§ **WHAT TO DO**: Send back exactly the lines from the opening line of the records below through the one with "from selenium.webdriver.common.by import By".

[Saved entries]

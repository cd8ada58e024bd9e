"""The persistent workspace in headless Chromium against the real server (``python -m webapp`` processes).

Upload, reload, restart the server: the dataset is still there with the same
numbers, which equal :func:`thermo.tabulate` of the file; a second browser does
not see it; the Workspace page groups, deletes (after one confirmation) and undoes.
The uploaded DOS is invented (a Debye ν² spectrum).
"""

import os
import socket
import subprocess
import sys
import time
from pathlib import Path

import numpy as np
import pytest
from tests.browser.waits import until
from selenium.webdriver.common.by import By
from selenium.webdriver.support.ui import WebDriverWait
from selenium.webdriver.support import expected_conditions

from thermo import load_dos, tabulate
from thermo.columns import find
from tests.ports import worker_port
from webapp.browser import start

pytestmark = pytest.mark.browser
ROOT = Path(__file__).resolve().parents[2]
PORT = worker_port(8078)
URL = f"http://127.0.0.1:{PORT}"
PLAIN = "# frequency (THz) dos\n" + "\n".join(f"{a} {9 * a * a / 125}" for a in np.linspace(0, 5, 241)) + "\n"


def _serve(workspace):
    env = {**os.environ, "PYTHONPATH": str(ROOT)}
    proc = subprocess.Popen([sys.executable, "-m", "webapp", "--port", str(PORT), "--workspace", str(workspace)],
                            env=env, cwd=str(ROOT), stdout=subprocess.DEVNULL, stderr=subprocess.PIPE)
    deadline = time.monotonic() + 60
    while time.monotonic() < deadline:
        try:
            socket.create_connection(("127.0.0.1", PORT), timeout=0.5).close()
            return proc
        except OSError:
            if proc.poll() is not None:
                raise RuntimeError(proc.stderr.read().decode())
            time.sleep(0.2)
    proc.kill()
    raise RuntimeError("server did not start")


def _stop(proc):
    proc.terminate()
    try:
        proc.wait(10)
    except subprocess.TimeoutExpired:
        proc.kill()
        proc.wait()


@pytest.fixture
def browsers():
    made = []

    def make():
        made.append(start())
        return made[-1]
    yield make
    for d in made:
        d.quit()


def text_of(driver, css):
    try:
        return driver.find_element(By.CSS_SELECTOR, css).text
    except Exception:  # noqa: BLE001 - not drawn yet
        return ""


def summary(driver):
    """The Overview's active-dataset text once it names a dataset and shows its numbers."""
    driver.get(URL + "/")
    until(lambda: "S at 298.15 K" in text_of(driver, "#home-summary"), 30)
    return text_of(driver, "#home-summary")


def test_upload_survives_reload_and_restart_and_stays_private(tmp_path, browsers):
    src = tmp_path / "kept_debye.dat"
    src.write_text(PLAIN)
    # the page's numbers must equal the library's for the same file (independent of the store)
    table = tabulate(load_dos(PLAIN), [0.0, 298.15])
    entropy = f"{table[find(table, 'entropy')].iloc[1]:.5g}"
    w = tmp_path / "w.sqlite"
    server = _serve(w)
    try:
        first = browsers()
        first.get(URL + "/spectrum")
        until(lambda: "springium" in text_of(first, "#sp-list"), 30)          # demo seeded, once
        first.find_element(By.CSS_SELECTOR, "#mh-upload input[type=file]").send_keys(str(src))
        until(lambda: src.name in text_of(first, "#sp-list"), 30)
        before = summary(first)
        assert src.name in before and entropy in before
        until(lambda: _stored(w, src.name), 30)          # the server's store holds the upload
        first.refresh()
        assert summary(first) == before
        _stop(server)
        server = _serve(w)
        assert summary(first) == before       # same cookie, new server process, same numbers
        first.get(URL + "/spectrum")
        until(lambda: src.name in text_of(first, "#sp-list"), 30)
        assert text_of(first, "#sp-list").count("springium_fcc") == 1    # demo not seeded twice

        second = browsers()
        second.get(URL + "/spectrum")
        until(lambda: "springium" in text_of(second, "#sp-list"), 30)
        assert src.name not in text_of(second, "#sp-list")
        second.get(URL + "/workspace")
        until(lambda: "springium" in text_of(second, "#ws-list"), 30)
        assert src.name not in text_of(second, "#ws-list")

        # the panel: group, delete after one confirmation, undo; all kept across a reload
        first.get(URL + "/workspace")
        until(lambda: src.name in text_of(first, "#ws-list"), 30)
        until(lambda: first.find_element(By.ID, "ws-name").get_attribute("value") == src.name, 30)
        group = first.find_element(By.ID, "ws-group")
        group.clear()
        group.send_keys("convergence: mesh")
        first.find_element(By.ID, "ws-save").click()
        until(lambda: "convergence: mesh" in text_of(first, "#ws-list"), 20)
        until(lambda: getattr(_stored(w, src.name), "group", "") == "convergence: mesh", 30)
        first.refresh()
        until(lambda: "convergence: mesh" in text_of(first, "#ws-list"), 30)
        until(lambda: first.find_element(By.ID, "ws-name").get_attribute("value") == src.name, 30)
        first.find_element(By.ID, "ws-delete").click()
        WebDriverWait(first, 10).until(expected_conditions.alert_is_present())
        assert src.name in first.switch_to.alert.text
        first.switch_to.alert.accept()
        until(lambda: src.name not in text_of(first, "#ws-list"), 20)
        until(lambda: _stored(w, src.name) is None, 30)
        first.refresh()
        until(lambda: "springium" in text_of(first, "#ws-list"), 30)
        assert src.name not in text_of(first, "#ws-list")
        first.find_element(By.ID, "ws-undo").click()
        until(lambda: src.name in text_of(first, "#ws-list"), 20)
        until(lambda: _stored(w, src.name), 30)
        _stop(server)
        server = _serve(w)
        first.get(URL + "/workspace")
        until(lambda: "convergence: mesh" in text_of(first, "#ws-list"), 30)
        assert src.name in text_of(first, "#ws-list")
    finally:
        _stop(server)


def test_named_workspace_created_in_one_browser_opened_by_key_in_another(tmp_path, browsers):
    src = tmp_path / "shared_debye.dat"
    src.write_text(PLAIN)
    server = _serve(tmp_path / "w.sqlite")
    try:
        first = browsers()
        first.get(URL + "/workspace")
        until(lambda: "springium" in text_of(first, "#ws-list"), 30)
        first.find_element(By.ID, "ws-new-name").send_keys("lab study\n")
        first.find_element(By.ID, "ws-create").click()
        until(lambda: text_of(first, "#ws-new-key"), 20)
        key = text_of(first, "#ws-new-key")
        assert len(key) >= 43
        first.get(URL + "/spectrum")                 # the new, empty named workspace
        until(lambda: first.find_elements(By.CSS_SELECTOR, "#mh-upload input[type=file]"), 30)
        first.find_element(By.CSS_SELECTOR, "#mh-upload input[type=file]").send_keys(str(src))
        until(lambda: src.name in text_of(first, "#sp-list"), 30)
        assert "springium" not in text_of(first, "#sp-list")
        until(lambda: _stored(tmp_path / "w.sqlite", src.name), 30)

        second = browsers()
        second.get(URL + "/workspace")
        until(lambda: "springium" in text_of(second, "#ws-list"), 30)
        assert src.name not in text_of(second, "#ws-list")
        second.find_element(By.ID, "ws-open-key").send_keys(key + "\n")
        second.find_element(By.ID, "ws-open").click()
        until(lambda: src.name in text_of(second, "#ws-list"), 30)
        assert "lab study" in text_of(second, "#ws-where")
        second.find_element(By.ID, "ws-own").click()
        until(lambda: "springium" in text_of(second, "#ws-list"), 30)
        assert src.name not in text_of(second, "#ws-list")
    finally:
        _stop(server)


def _stored(path, name):
    """The live dataset ``name`` as the server's store holds it (any space), None while it is not written."""
    from thermo.workspace.store import Workspace
    spaces = Workspace(path).spaces(kinds=("local", "named", "browser"))
    return next((d for sp in spaces for d in sp.datasets() if d.name == name), None)


def _deleted_rows(path):
    import sqlite3
    con = sqlite3.connect(str(path))
    try:
        return con.execute("SELECT count(*) FROM datasets WHERE deleted_utc IS NOT NULL").fetchone()[0]
    finally:
        con.close()


def _file_bytes(path):
    return b"".join(Path(p).read_bytes() for p in (str(path), f"{path}-wal") if os.path.exists(p))


def test_remove_deleted_files_for_good_from_the_page(tmp_path, browsers):
    # issue 26: the page's Delete only marks a dataset; the purge action takes its bytes out of the file
    marker = b"CONFIDENTIAL-page-purge-91c4"
    src = tmp_path / "confidential.dat"
    src.write_bytes(PLAIN.encode() + b"# " + marker + b"\n")
    w = tmp_path / "w.sqlite"
    server = _serve(w)
    try:
        page = browsers()
        page.get(URL + "/spectrum")
        until(lambda: "springium" in text_of(page, "#sp-list"), 30)
        page.find_element(By.CSS_SELECTOR, "#mh-upload input[type=file]").send_keys(str(src))
        until(lambda: src.name in text_of(page, "#sp-list"), 30)
        page.get(URL + "/workspace")
        until(lambda: src.name in text_of(page, "#ws-list"), 30)
        until(lambda: page.find_element(By.ID, "ws-name").get_attribute("value") == src.name, 30)
        page.find_element(By.ID, "ws-delete").click()
        WebDriverWait(page, 10).until(expected_conditions.alert_is_present())
        page.switch_to.alert.accept()
        until(lambda: _deleted_rows(w) == 1, 20)                 # the store has the mark
        assert marker in _file_bytes(w)                          # ... and still the bytes
        page.find_element(By.ID, "ws-purge").click()
        WebDriverWait(page, 10).until(expected_conditions.alert_is_present())
        page.switch_to.alert.accept()
        until(lambda: "removed 1 deleted dataset(s)" in text_of(page, "#ws-purged"), 30)
        assert _deleted_rows(w) == 0 and marker not in _file_bytes(w)
        page.find_element(By.ID, "ws-undo").click()              # nothing left to bring back
        until(lambda: "nothing to undo" in text_of(page, "#ws-messages"), 20)
        assert src.name not in text_of(page, "#ws-list") and "springium" in text_of(page, "#ws-list")
    finally:
        _stop(server)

§ **EXERCISE RESPONSE**:
repository cd8ada58e024bd9e
"""The persistent workspace in headless Chromium against the real server (``python -m webapp`` processes).

Upload, reload, restart the server: the dataset is still there with the same
numbers, which equal :func:`thermo.tabulate` of the file; a second browser does
not see it; the Workspace page groups, deletes (after one confirmation) and undoes.
The uploaded DOS is invented (a Debye ν² spectrum).
"""

import os
import socket
import subprocess
import sys
import time
from pathlib import Path

import numpy as np
import pytest
from tests.browser.waits import until
from selenium.webdriver.common.by import By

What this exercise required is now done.